Activity: Once more, print the records exactly as given.

Material provided:
/**
 * The calibration problem of a log (see calibrateSession for the arguments), or the reason the log
 * is too short to calibrate.
 */
export function calibrationProblem(
  ps: PreparedSession,
  cfg: HindcastConfig,
  prior: AxisParams,
  opt: CalibrationOptions = DEFAULT_CALIBRATION,
  start?: AxisParams,
  useOverride?: Map<number, Uint8Array>,
): CalibrationProblem | { short: string } {
  const short = tooShortReason(ps, opt);
  if (short !== null) return { short };
  const warnings: string[] = [];
  const { names, ownTauV } = calibratedNames(ps, cfg);
  const staticWarning = staticLogWarning(ps, prior);
  if (staticWarning) warnings.push(staticWarning);
  const ex = ps.factors.exponents;
  const withExponents = ex.hdop || ex.sats || ex.fixQuality || ex.reported;
  const subset = objectiveSubset(ps, cfg, prior, opt, withExponents, useOverride);
  const epochsUsed = subset.reduce((a, d) => a + d.data.N, 0);
  // the prior is centred on the profile; the search starts from `start` (an earlier round) when given;
  // the exponents start half-way (the profile states none) unless an earlier round estimated them
  const xPrior = names.map((nm) => toX(nm, startOf(prior, nm)));
  const x0 = names.map((nm) => toX(nm, startOf(start ?? prior, nm)));
  const base = start ?? prior;
  const toParams = (x: number[]): AxisParams => paramsAt(x, names, base, ownTauV);
  const apply = makeApply(ps, subset, withExponents);
  const logLik = makeLogLik(cfg, prior, subset, apply, ps.hasHeight ? 3 : 2);
  // the exact gradient where the decisions are held fixed (a smooth objective) and the model is the common one
  const llGradient = useOverride && opt.gradient !== 'difference' ? makeLogLikGradient(ps, cfg, prior, subset, apply, names, toParams, ownTauV) : null;
  // quasi-Newton where the outlier decisions are held fixed (a smooth objective); under the gate
  // (the first round) the objective jumps wherever a fix crosses the threshold, which stalls a
  // difference gradient (measured on vehicle and drone logs: BFGS from the profile stopped 70–3,800
  // below the simplex's log-likelihood, and 2–70 below when started from the simplex's first
  // restart), so that round keeps the simplex
  const quasiNewton = opt.optimizer !== 'nelder-mead' && useOverride !== undefined;
  return { ps, names, ownTauV, xPrior, x0, toParams, logLik, llGradient, quasiNewton, epochsUsed, warnings };
}

/** The profile's values for a log too short to calibrate, with the warning that says so. */
export function fallbackCalibration(ps: PreparedSession, prior: AxisParams, short: string): CalibrationResult {
  return {
    params: prior,
    info: { method: 'profile values', status: 'fallback', reason: short, epochsUsed: 0, logLikelihood: NaN, evaluations: 0, estimates: {}, reportedSigmaScale: ps.factors.reported },
    warnings: [`noise calibration skipped: ${short}; the profile's values are used`],
  };
}

/**
 * Estimate the session's parameters. `start` (an earlier round's estimate) is where the search
 * begins; the prior stays centred on the profile. `useOverride` (per segment) holds outlier decisions
 * fixed (2 kept without gate, 0 rejected) instead of the gate.
 */
export function calibrateSession(
  ps: PreparedSession,
  cfg: HindcastConfig,
  prior: AxisParams,
  opt: CalibrationOptions = DEFAULT_CALIBRATION,
  start?: AxisParams,
  useOverride?: Map<number, Uint8Array>,
): CalibrationResult {
  const pb = calibrationProblem(ps, cfg, prior, opt, start, useOverride);
  if ('short' in pb) return fallbackCalibration(ps, prior, pb.short);
  const { names, toParams, quasiNewton } = pb;
  const penalty = makePriorPenalty(names, pb.xPrior, cfg);
  const negLogLik = makeObjective(names, toParams, pb.logLik, penalty);
  const gradient = pb.llGradient ? objectiveGradient(pb.llGradient, penalty) : undefined;
  const res = minimize(negLogLik, names, pb.x0, opt, quasiNewton, gradient);
  const params = toParams(res.x);
  const estimates = paramEstimates(negLogLik, names, res.x, opt.standardErrors !== false, gradient);
  return {
    params,
    info: {
      method: `maximum likelihood of the filter innovations (${quasiNewton ? (gradient ? 'quasi-Newton, exact gradient' : 'quasi-Newton') : 'Nelder–Mead'}), capped outlier terms, weak prior`,
      status: 'estimated',
      epochsUsed: pb.epochsUsed,
      logLikelihood: -res.f,
      evaluations: res.evaluations,
      gradientEvaluations: res.gradients + estimates.gradients,
      estimates: estimates.estimates,
      reportedSigmaScale: ps.factors.reported,
    },
    warnings: pb.warnings,
  };
}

Answer box:
/**
 * The calibration problem of a log (see calibrateSession for the arguments), or the reason the log
 * is too short to calibrate.
 */
export function calibrationProblem(
  ps: PreparedSession,
  cfg: HindcastConfig,
  prior: AxisParams,
  opt: CalibrationOptions = DEFAULT_CALIBRATION,
  start?: AxisParams,
  useOverride?: Map<number, Uint8Array>,
): CalibrationProblem | { short: string } {
  const short = tooShortReason(ps, opt);
  if (short !== null) return { short };
  const warnings: string[] = [];
  const { names, ownTauV } = calibratedNames(ps, cfg);
  const staticWarning = staticLogWarning(ps, prior);
  if (staticWarning) warnings.push(staticWarning);
  const ex = ps.factors.exponents;
  const withExponents = ex.hdop || ex.sats || ex.fixQuality || ex.reported;
  const subset = objectiveSubset(ps, cfg, prior, opt, withExponents, useOverride);
  const epochsUsed = subset.reduce((a, d) => a + d.data.N, 0);
  // the prior is centred on the profile; the search starts from `start` (an earlier round) when given;
  // the exponents start half-way (the profile states none) unless an earlier round estimated them
  const xPrior = names.map((nm) => toX(nm, startOf(prior, nm)));
  const x0 = names.map((nm) => toX(nm, startOf(start ?? prior, nm)));
  const base = start ?? prior;
  const toParams = (x: number[]): AxisParams => paramsAt(x, names, base, ownTauV);
  const apply = makeApply(ps, subset, withExponents);
  const logLik = makeLogLik(cfg, prior, subset, apply, ps.hasHeight ? 3 : 2);
  // the exact gradient where the decisions are held fixed (a smooth objective) and the model is the common one
  const llGradient = useOverride && opt.gradient !== 'difference' ? makeLogLikGradient(ps, cfg, prior, subset, apply, names, toParams, ownTauV) : null;
  // quasi-Newton where the outlier decisions are held fixed (a smooth objective); under the gate
  // (the first round) the objective jumps wherever a fix crosses the threshold, which stalls a
  // difference gradient (measured on vehicle and drone logs: BFGS from the profile stopped 70–3,800
  // below the simplex's log-likelihood, and 2–70 below when started from the simplex's first
  // restart), so that round keeps the simplex
  const quasiNewton = opt.optimizer !== 'nelder-mead' && useOverride !== undefined;
  return { ps, names, ownTauV, xPrior, x0, toParams, logLik, llGradient, quasiNewton, epochsUsed, warnings };
}

/** The profile's values for a log too short to calibrate, with the warning that says so. */
export function fallbackCalibration(ps: PreparedSession, prior: AxisParams, short: string): CalibrationResult {
  return {
    params: prior,
    info: { method: 'profile values', status: 'fallback', reason: short, epochsUsed: 0, logLikelihood: NaN, evaluations: 0, estimates: {}, reportedSigmaScale: ps.factors.reported },
    warnings: [`noise calibration skipped: ${short}; the profile's values are used`],
  };
}

/**
 * Estimate the session's parameters. `start` (an earlier round's estimate) is where the search
 * begins; the prior stays centred on the profile. `useOverride` (per segment) holds outlier decisions
 * fixed (2 kept without gate, 0 rejected) instead of the gate.
 */
export function calibrateSession(
  ps: PreparedSession,
  cfg: HindcastConfig,
  prior: AxisParams,
  opt: CalibrationOptions = DEFAULT_CALIBRATION,
  start?: AxisParams,
  useOverride?: Map<number, Uint8Array>,
): CalibrationResult {
  const pb = calibrationProblem(ps, cfg, prior, opt, start, useOverride);
  if ('short' in pb) return fallbackCalibration(ps, prior, pb.short);
  const { names, toParams, quasiNewton } = pb;
  const penalty = makePriorPenalty(names, pb.xPrior, cfg);
  const negLogLik = makeObjective(names, toParams, pb.logLik, penalty);
  const gradient = pb.llGradient ? objectiveGradient(pb.llGradient, penalty) : undefined;
  const res = minimize(negLogLik, names, pb.x0, opt, quasiNewton, gradient);
  const params = toParams(res.x);
  const estimates = paramEstimates(negLogLik, names, res.x, opt.standardErrors !== false, gradient);
  return {
    params,
    info: {
      method: `maximum likelihood of the filter innovations (${quasiNewton ? (gradient ? 'quasi-Newton, exact gradient' : 'quasi-Newton') : 'Nelder–Mead'}), capped outlier terms, weak prior`,
      status: 'estimated',
      epochsUsed: pb.epochsUsed,
      logLikelihood: -res.f,
      evaluations: res.evaluations,
      gradientEvaluations: res.gradients + estimates.gradients,
      estimates: estimates.estimates,
      reportedSigmaScale: ps.factors.reported,
    },
    warnings: pb.warnings,
  };
}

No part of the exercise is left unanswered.